» **What the task asks**: Look through the data below and, wherever a line carries the word "comes", please copy that line.

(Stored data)
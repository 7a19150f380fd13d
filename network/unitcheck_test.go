package network

import (
	"strings"
	"testing"
)

// unitModel is a model in uM and s with species A, B, C and the given
// parameters ("name=value unit") and one reaction.
func unitModel(eq string, rate Rate, params ...string) *Model {
	m := &Model{Units: Units{Time: "s", Amount: "uM"},
		Species: []Species{{Name: "A", Initial: 1}, {Name: "B", Initial: 1}, {Name: "C"}}}
	for _, p := range params {
		name, unit, _ := strings.Cut(p, " ")
		m.Parameters = append(m.Parameters, Parameter{Name: name, Value: 1, Unit: unit})
	}
	m.Reactions = []Reaction{{Name: "r", Equation: eq, Rate: rate}}
	return m
}

func expression(s string) Rate { return Rate{Law: Expression, Expression: s} }

// The dimension check on correct and incorrect models. The expected units
// follow from dimensional analysis (common practice): a rate is
// concentration per time, a rate constant of an order-m step is in
// concentration^(1−m)/time, Michaelis and dissociation constants are
// concentrations, Hill coefficients and interaction factors pure numbers;
// the factors between units are those of the SI (see
// network/units.TestSIFactors).
func TestUnitCheckTable(t *testing.T) {
	type want struct {
		field string
		col   int
		text  string
	}
	for _, c := range []struct {
		name string
		m    *Model
		want []want // nil: no warning about units
	}{
		{"second order, right", unitModel("A + B -> C", NewRate(MassAction, "k", "k"), "k 1/(uM*s)"), nil},
		{"second order, right in other words", unitModel("A + B -> C", NewRate(MassAction, "k", "k"), "k 1000/(mM*s)"), nil},
		{"second order, k in nM", unitModel("A + B -> C", NewRate(MassAction, "k", "k"), "k 1/(nM*s)"),
			[]want{{"rate.k", 0, "Rate constant uses k in 1/(nM*s), but Rate constant is in 1/(uM·s) with this model's units (for a second-order step); 1 1/(nM*s) = 1000 1/(uM·s), so convert the value"}}},
		{"second order, first-order unit", unitModel("2 A -> C", NewRate(MassAction, "k", "k"), "k 1/s"),
			[]want{{"rate.k", 0, "is in 1/(uM·s) with this model's units (for a second-order step); they measure different kinds of quantity"}}},
		{"reversible, reverse in minutes", unitModel("A <=> C", NewRate(MassAction, "k", "kf", "k_reverse", "kr"), "kf 1/s", "kr 1/min"),
			[]want{{"rate.k_reverse", 0, "Reverse constant uses kr in 1/min, but Reverse constant is in 1/s with this model's units (for a first-order step); 1 1/min = 0.0166667 1/s"}}},
		{"zeroth order", unitModel("-> C", NewRate(MassAction, "k", "k"), "k uM/s"), nil},
		{"zeroth order, per time", unitModel("-> C", NewRate(MassAction, "k", "k"), "k 1/s"),
			[]want{{"rate.k", 0, "is in uM/s with this model's units (for a zeroth-order step)"}}},
		{"michaelis–menten, right", unitModel("A -> C", NewRate(MichaelisMenten, "vmax", "V", "km", "K"), "V uM/s", "K uM"), nil},
		{"michaelis–menten, Km in nM", unitModel("A -> C", NewRate(MichaelisMenten, "vmax", "V", "km", "K"), "V uM/s", "K nM"),
			[]want{{"rate.km", 0, "Km uses K in nM, but Km is in uM with this model's units (a concentration); 1 nM = 0.001 uM"}}},
		{"michaelis–menten, kcat", unitModel("A -> C", NewRate(MichaelisMenten, "kcat", "kc", "enzyme", "B", "km", "K"), "kc 1/s", "K uM"), nil},
		{"michaelis–menten, Vmax per time", unitModel("A -> C", NewRate(MichaelisMenten, "vmax", "V", "km", "K"), "V 1/s", "K uM"),
			[]want{{"rate.vmax", 0, "Vmax uses V in 1/s, but Vmax is in uM/s with this model's units (concentration per time)"}}},
		{"hill, n a number", unitModel("A -> C", NewRate(HillActivation, "vmax", "V", "k_half", "K", "n", "n"), "V uM/s", "K uM", "n 1"), nil},
		{"hill, n in uM", unitModel("A -> C", NewRate(HillActivation, "vmax", "V", "k_half", "K", "n", "n"), "V uM/s", "K uM", "n uM"),
			[]want{{"rate.n", 0, "Hill coefficient n uses n in uM, but Hill coefficient n is in 1 with this model's units (a pure number)"}}},
		{"ordered bi, right", unitModel("A + B -> C", NewRate(OrderedBi, "vmax", "V", "kia", "K", "kma", "K", "kmb", "K"), "V uM/s", "K uM"), nil},
		{"mixed inhibition, alpha_ki in mg/L", unitModel("A -> C", NewRate(MixedInhibition, "vmax", "V", "km", "K", "inhibitor", "B", "ki", "K", "alpha_ki", "aK"), "V uM/s", "K uM", "aK mg/L"),
			[]want{{"rate.alpha_ki", 0, "they measure different kinds of quantity"}}},
		{"expression, right", unitModel("A + B -> C", expression("k*A*B"), "k 1/(uM*s)"), nil},
		{"expression, numbers are pure", unitModel("A -> C", expression("2*V*A/(K + A)"), "V uM/s", "K uM"), nil},
		{"expression with t", unitModel("-> C", expression("k*t"), "k uM/s^2"), nil},
		{"expression, first-order constant on two species", unitModel("A + B -> C", expression("k*A*B"), "k 1/s"),
			[]want{{"rate.expression", 0, "the rate comes out in uM^2/s, but a rate is concentration per time, uM/s here; they measure different kinds of quantity"}}},
		{"expression, constant in nM", unitModel("A + B -> C", expression("k*A*B"), "k 1/(nM*s)"),
			[]want{{"rate.expression", 0, "the rate comes out in 1000 × uM/s, but a rate is concentration per time, uM/s here; they differ by a factor of 1000"}}},
		{"expression, sum of different units", unitModel("A -> C", expression("V*A/(K + A)"), "V uM/s", "K nM"),
			[]want{{"rate.expression", 8, `the two sides of "+" differ: 0.001 × uM on the left, uM on the right; they differ by a factor of 0.001`}}},
		{"expression, exp of a concentration", unitModel("A -> C", expression("k*A*exp(-A)"), "k 1/s"),
			[]want{{"rate.expression", 5, "exp needs a pure number, but its argument is in uM"}}},
		{"expression, Hill with a varying power is not checked", unitModel("-> C", expression("V*A^n/(K^n + A^n)"), "V uM/s", "K uM", "n 1"), nil},
		{"unitless parameters, one note", unitModel("A + B -> C", expression("k*A*B + j*A"), "k", "j"),
			[]want{{"unit", 0, "2 parameters used by rate laws have no unit (k, j), so the reactions that use them are not checked for units"}}},
		{"unknown unit", unitModel("A -> C", NewRate(MassAction, "k", "k"), "k 1/(uMol*s)"),
			[]want{{"unit", 4, `unit "1/(uMol*s)" does not read: unknown unit "uMol"; did you mean "umol"?`}}},
		{"stray operator", unitModel("A -> C", NewRate(MassAction, "k", "k"), "k 1/(uM*)"),
			[]want{{"unit", 6, `"*" needs a unit after it`}}},
	} {
		_, probs := Check(c.m)
		if probs.HasErrors() {
			t.Errorf("%s: errors %v", c.name, probs.Errors())
			continue
		}
		var got []Problem
		for _, p := range probs {
			if p.Field == "unit" || strings.HasPrefix(p.Field, "rate") {
				got = append(got, p)
			}
		}
		if len(got) != len(c.want) {
			t.Errorf("%s: %d unit warnings, want %d: %v", c.name, len(got), len(c.want), got)
			continue
		}
		for i, w := range c.want {
			p := got[i]
			if p.Severity != Warning || p.Field != w.field || p.Col != w.col || !strings.Contains(p.Message, w.text) {
				t.Errorf("%s: got %s at %s col %d\n%q\nwant at %s col %d containing\n%q", c.name, p.Severity, p.Field, p.Col, p.Message, w.field, w.col, w.text)
			}
		}
	}
}

// The model's own units: unknown or of the wrong kind are warnings at the
// Run settings' fields; without them nothing is checked.
func TestModelUnits(t *testing.T) {
	bad := unitModel("A + B -> C", NewRate(MassAction, "k", "k"), "k 1/s")
	for _, c := range []struct {
		units Units
		field string
		want  string
	}{
		{Units{Time: "s", Amount: "mg"}, "units.amount", `"mg" is not a concentration (it is mass)`},
		{Units{Time: "uM", Amount: "uM"}, "units.time", `"uM" is not a unit of time (it is concentration)`},
		{Units{Time: "hours", Amount: "uM"}, "units.time", `unit "hours" does not read: unknown unit "hours"`},
	} {
		bad.Units = c.units
		_, probs := Check(bad)
		found := false
		for _, p := range probs {
			found = found || p.Section == "simulation" && p.Field == c.field && strings.Contains(p.Message, c.want)
			if strings.HasPrefix(p.Field, "rate") {
				t.Errorf("%v: reaction checked although the model's units do not read: %v", c.units, p)
			}
		}
		if !found {
			t.Errorf("%v: no warning at %s containing %q: %v", c.units, c.field, c.want, probs)
		}
	}
	bad.Units = Units{}
	if _, probs := Check(bad); len(probs) != 0 {
		t.Errorf("a model without units got %v", probs)
	}
	// A pharmacological model in mg/L and h.
	pk := unitModel("A -> C", NewRate(MichaelisMenten, "vmax", "V", "km", "K"), "V mg/L/h", "K mg/L")
	pk.Units = Units{Time: "h", Amount: "mg/L"}
	_, probs := Check(pk)
	for _, p := range probs {
		if p.Field == "unit" || strings.HasPrefix(p.Field, "rate") || strings.HasPrefix(p.Field, "units") {
			t.Errorf("mg/L and h: %v", p)
		}
	}
}

func TestUnitHint(t *testing.T) {
	for _, c := range []struct {
		m    *Model
		want string
	}{
		{unitModel("A + B -> C", NewRate(MassAction, "k", "k")), "Rate constant in 1/(uM·s) for a second-order step"},
		{unitModel("A <=> C", NewRate(MassAction, "k", "k", "k_reverse", "k")), "Forward constant in 1/s for a first-order step\nReverse constant in 1/s for a first-order step"},
		{unitModel("A -> C", NewRate(MichaelisMenten, "vmax", "k", "km", "k")), "Km in uM\nVmax in uM/s"},
		{unitModel("A -> C", NewRate(HillRepression, "vmax", "k", "k_half", "k", "n", "k", "regulator", "B")), "Vmax in uM/s\nK (half effect) in uM\nHill coefficient n in 1"},
		{unitModel("A -> C", expression("k*A")), ""},
		{func() *Model {
			m := unitModel("A + B -> C", NewRate(MassAction, "k", "k"))
			m.Units = Units{}
			return m
		}(), "Rate constant in 1/(concentration·time) for a second-order step"},
	} {
		net, _ := Check(c.m)
		if got := net.UnitHint(0); got != c.want {
			t.Errorf("%s: UnitHint = %q, want %q", c.m.Reactions[0].Rate.Law, got, c.want)
		}
	}
}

» **Task answer**:
			[]want{{"rate.expression", 0, "the rate comes out in uM^2/s, but a rate is concentration per time, uM/s here; they measure different kinds of quantity"}}},
			[]want{{"rate.expression", 0, "the rate comes out in 1000 × uM/s, but a rate is concentration per time, uM/s here; they differ by a factor of 1000"}}},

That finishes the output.